# Serra da Estrela dia 03/01/2007



## ajrebelo (9 Jan 2007 às 01:08)

boas

aqui vai umas fotos da do parque natural da serra da estrela no dia 3 deste ano    

entrada no parque por linhares da beira 





vista do castelo





































bem temos tb estas imagens gravadas em mini dv estamos a fazer um dvd com estas  e outras tiradas em 2006 de por do sol trovoadas etc 

gostava de as poder mostrar a todos no encontro a realizar vamos ver se é possivel ter um projetor

abraços meteo


----------



## kimcarvalho (9 Jan 2007 às 13:34)

Belas imagens e não me refiro só à paisagem, mas também à sua qualidade e selecção!  
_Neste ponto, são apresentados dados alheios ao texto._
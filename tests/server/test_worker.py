"""The worker process of the language server: jobs, cancellation, crashes and restarts.

No assertion is about a duration: cancellation is checked by its outcome (the job ends as
cancelled, and whether the worker had to be restarted), with generous timeouts.
"""
from __future__ import annotations

import concurrent.futures as cf

import pytest

from conelang.ide import AnalysisHost
from conelang.server.worker import HeavyWorker, JobCancelled, WorkerFailed

WAIT = 60


@pytest.fixture(scope="module")
def worker():
    w = HeavyWorker(grace=30.0)
    w.start()
    assert w.submit("ping", "", "", key="").result(WAIT) == "pong"
    yield w
    w.stop()


def test_results_match_the_host_in_this_process(worker):
    # A failed expectation: cone((1,0),(1,2)) has dimension 2, so 'dim = 3' fails (its span is Q^2)
    text = "lattice N = Z^2\ncone c in N { rays (1,0) (1,2) (2,1) (2,2) }\nexpect c dim = 3\n"
    got = worker.submit("diagnostics", "mem://a", text, key="t1").result(WAIT)
    host = AnalysisHost()
    host.apply_change("mem://a", text)
    assert got == host.diagnostics("mem://a")
    assert {d.code for d in got} == {"expect-failed", "redundant-ray", "not-primitive"}
    md = worker.submit("markdown", "mem://a", text, "c", key="t1").result(WAIT)
    assert md.startswith("### cone `c` in `N`")


def test_cancelling_a_running_job_uses_the_flag_not_a_kill(worker):
    restarts = worker.restarts
    fut = worker.submit("sleep", "mem://s", "", 60, key="old")
    # wait until it runs, then say the text changed
    for _ in range(600):
        if worker._running is not None and worker._running.kind == "sleep":
            break
        cf.wait([fut], timeout=0.05)
    assert worker.cancel_stale("mem://s", "new") == 1
    with pytest.raises(JobCancelled):
        fut.result(WAIT)
    assert worker.restarts == restarts                 # the computation stopped by itself
    assert worker.submit("ping", "", "", key="").result(WAIT) == "pong"


def test_stale_queued_jobs_are_dropped_and_identical_jobs_shared(worker):
    running = worker.submit("sleep", "mem://q", "", 60, key="v1")
    queued = worker.submit("diagnostics", "mem://q", "lattice N = Z^2", key="v1")
    again = worker.submit("diagnostics", "mem://q", "lattice N = Z^2", key="v1")
    other = worker.submit("ping", "mem://other", "", key="x")
    assert again is queued
    worker.cancel_stale("mem://q", "v2")
    for f in (running, queued):
        with pytest.raises(JobCancelled):
            f.result(WAIT)
    assert other.result(WAIT) == "pong"               # other files are not affected


def test_a_crash_is_reported_and_the_worker_restarted(worker):
    restarts = worker.restarts
    with pytest.raises(WorkerFailed):
        worker.submit("crash", "mem://c", "", key="k").result(WAIT)
    assert worker.restarts == restarts + 1
    assert worker.submit("ping", "", "", key="").result(WAIT) == "pong"


def test_a_job_that_ignores_cancellation_is_killed_after_the_grace_time():
    w = HeavyWorker(grace=0.2, max_seconds=None)
    w.start()
    try:
        # the child must be up and inside the job: a job cancelled before the child reads it is
        # answered "cancelled" at once, with no restart (seen on a loaded machine)
        assert w.submit("ping", "", "", key="").result(WAIT) == "pong"
        fut = w.submit("hang", "mem://h", "", 120, key="old")
        for _ in range(600):
            if w._running is not None:
                break
            cf.wait([fut], timeout=0.05)
        cf.wait([fut], timeout=0.5)
        w.cancel_stale("mem://h", None)
        with pytest.raises(JobCancelled):
            fut.result(WAIT)
        assert w.restarts == 1
        assert w.submit("ping", "", "", key="").result(WAIT) == "pong"
        w.max_seconds = 0.5
        with pytest.raises(WorkerFailed, match="longer than"):
            w.submit("hang", "mem://h", "", 120, key="k").result(WAIT)
    finally:
        w.stop()
    with pytest.raises(WorkerFailed):
        w.submit("ping", "", "", key="").result(WAIT)        # stopped for good


def test_a_job_computes_with_the_texts_it_carries_of_the_files_it_uses(worker, tmp_path):
    # cone((1,0),(0,1)) is smooth, cone((1,0),(1,2)) is not (determinant 2): plain linear algebra
    (tmp_path / "conelang.toml").write_text("")
    shared = tmp_path / "shared.cone"
    shared.write_text("lattice N = Z^2\ncone wedge in N { rays (1,0) (0,1) }\n")
    importer, shared_uri = (tmp_path / "importer.cone").as_uri(), shared.as_uri()
    text = 'use "shared.cone" (N, wedge)\nexpect wedge smooth\n'

    def codes(key, files=None, allow=False):
        worker.allow_outside_root = allow
        return [d.code for d in worker.submit("diagnostics", importer, text, key=key, files=files).result(WAIT)]

    assert codes("disk") == []                                   # nothing carried: the worker reads the disk
    # the server's (open, unsaved) text of the shared file wins over the disk
    assert codes("open", {shared_uri: "lattice N = Z^2\ncone wedge in N { rays (1,0) (1,2) }\n"}) == ["expect-failed"]
    # None: the file is to be read from disk again (it changed there)
    shared.write_text("lattice N = Z^2\n")
    assert codes("changed", {shared_uri: None}) == ["import-unknown-name"]
    # the rule for files outside the project root comes with the job
    outside = tmp_path.parent / f"{tmp_path.name}_outside.cone"
    outside.write_text("lattice N = Z^2\ncone wedge in N { rays (1,0) (0,1) }\n")
    text = f'use "../{outside.name}" (N, wedge)\nexpect wedge smooth\n'
    assert codes("outside") == ["import-outside-root"]
    assert codes("allowed", allow=True) == []
    assert codes("refused") == ["import-outside-root"]


def test_an_interactive_job_preempts_a_background_job_which_then_runs_again(worker):
    restarts = worker.restarts
    background = worker.submit("sleep", "mem://p", "", 2, key="bg")
    for _ in range(600):
        if worker._running is not None and worker._running.kind == "sleep":
            break
        cf.wait([background], timeout=0.05)
    hover = worker.submit("ping", "mem://p", "", key="bg", interactive=True)
    assert hover.result(WAIT) == "pong"
    assert not background.done()                      # stopped for the hover, then started again
    assert background.result(WAIT) == 2               # and it finishes: preempted once, not cancelled
    assert worker.restarts == restarts
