@command(PIN_COMMAND)
async def pin_command(ls: ConeServer, *args):
    if len(args) < 2:
        return None
    uri, name = str(args[0]), str(args[1])
    edit = await _pin_workspace_edit(ls, uri, name)
    if edit is None:
        ls.window_show_message(T.ShowMessageParams(type=T.MessageType.Info, message=f"no results to pin for '{name}'"))
        return None
    result = await ls.workspace_apply_edit_async(T.ApplyWorkspaceEditParams(edit=edit, label="pin results"))
    return getattr(result, "applied", None)


@command(STATS_COMMAND)
def stats_command(ls: ConeServer, *args):
    """A test and benchmark hook: what ran where (the loop's blocking when ``monitorLoop`` is on;
    ``reset`` as first argument starts a new measurement)."""
    worker = ls.jobs.worker
    return {"geometry_on_loop": ls.geometry_on_loop, "loop": ls.monitor.stats(reset=bool(args and args[0] == "reset")),
            "worker_jobs": worker.jobs_run if worker else 0, "worker_restarts": worker.restarts if worker else 0}


# -- answers of the loop (no value needed)
@handler(T.TEXT_DOCUMENT_DEFINITION)
def definition(ls: ConeServer, params: T.DefinitionParams):
    hit = ls.host.definition_location(*ls.at(params))
    return ls.locations([hit])[0] if hit is not None else None


@handler(T.TEXT_DOCUMENT_REFERENCES, default=list)
def references(ls: ConeServer, params: T.ReferenceParams):
    include = params.context.include_declaration if params.context else True
    return ls.locations(ls.host.references_everywhere(*ls.at(params), include, ls.files.candidates()))


@handler(T.TEXT_DOCUMENT_DOCUMENT_HIGHLIGHT, default=list)
def highlight(ls: ConeServer, params: T.DocumentHighlightParams):
    uri, offset = ls.at(params)
    pos = ls.positions(uri)
    return [T.DocumentHighlight(range=pos.lsp_range(s)) for s in ls.host.references(uri, offset, True)]


@handler(T.TEXT_DOCUMENT_PREPARE_RENAME)
def prepare_rename(ls: ConeServer, params: T.PrepareRenameParams):
    uri, offset = ls.at(params)
    hit = ls.host.prepare_rename(uri, offset)
    return None if hit is None else T.PrepareRenamePlaceholder(range=ls.positions(uri).lsp_range(hit[0]),
                                                               placeholder=hit[1])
A primeira então, com esse Castelo, supostamente de Linhares da Beira, segundo tu mesmo referes, está um must!


----------



## Seringador (9 Jan 2007 às 14:25)

Boas Fotos
Gosto pessoalmente da última, faz-me lembrar o pronúncio de  Verão.


----------



## mocha (9 Jan 2007 às 14:55)

mais fotos pra ir viajando sem sair de casa 
gosto particularmente da primeira, faz me lembrar o castelo de Cardiff


----------



## Mago (9 Jan 2007 às 18:16)

Conheço bem linhares ainda no ultimo Verão fui lá a uma Feira Medieval, evento típico nesta região em zonas históricas e não é à toa que é a capital do Parapente pelas suas serras, as paisagens são dignas de registo.
Parabéns pelas Fotografias!


----------



## Rog (9 Jan 2007 às 23:51)

Boas fotos


----------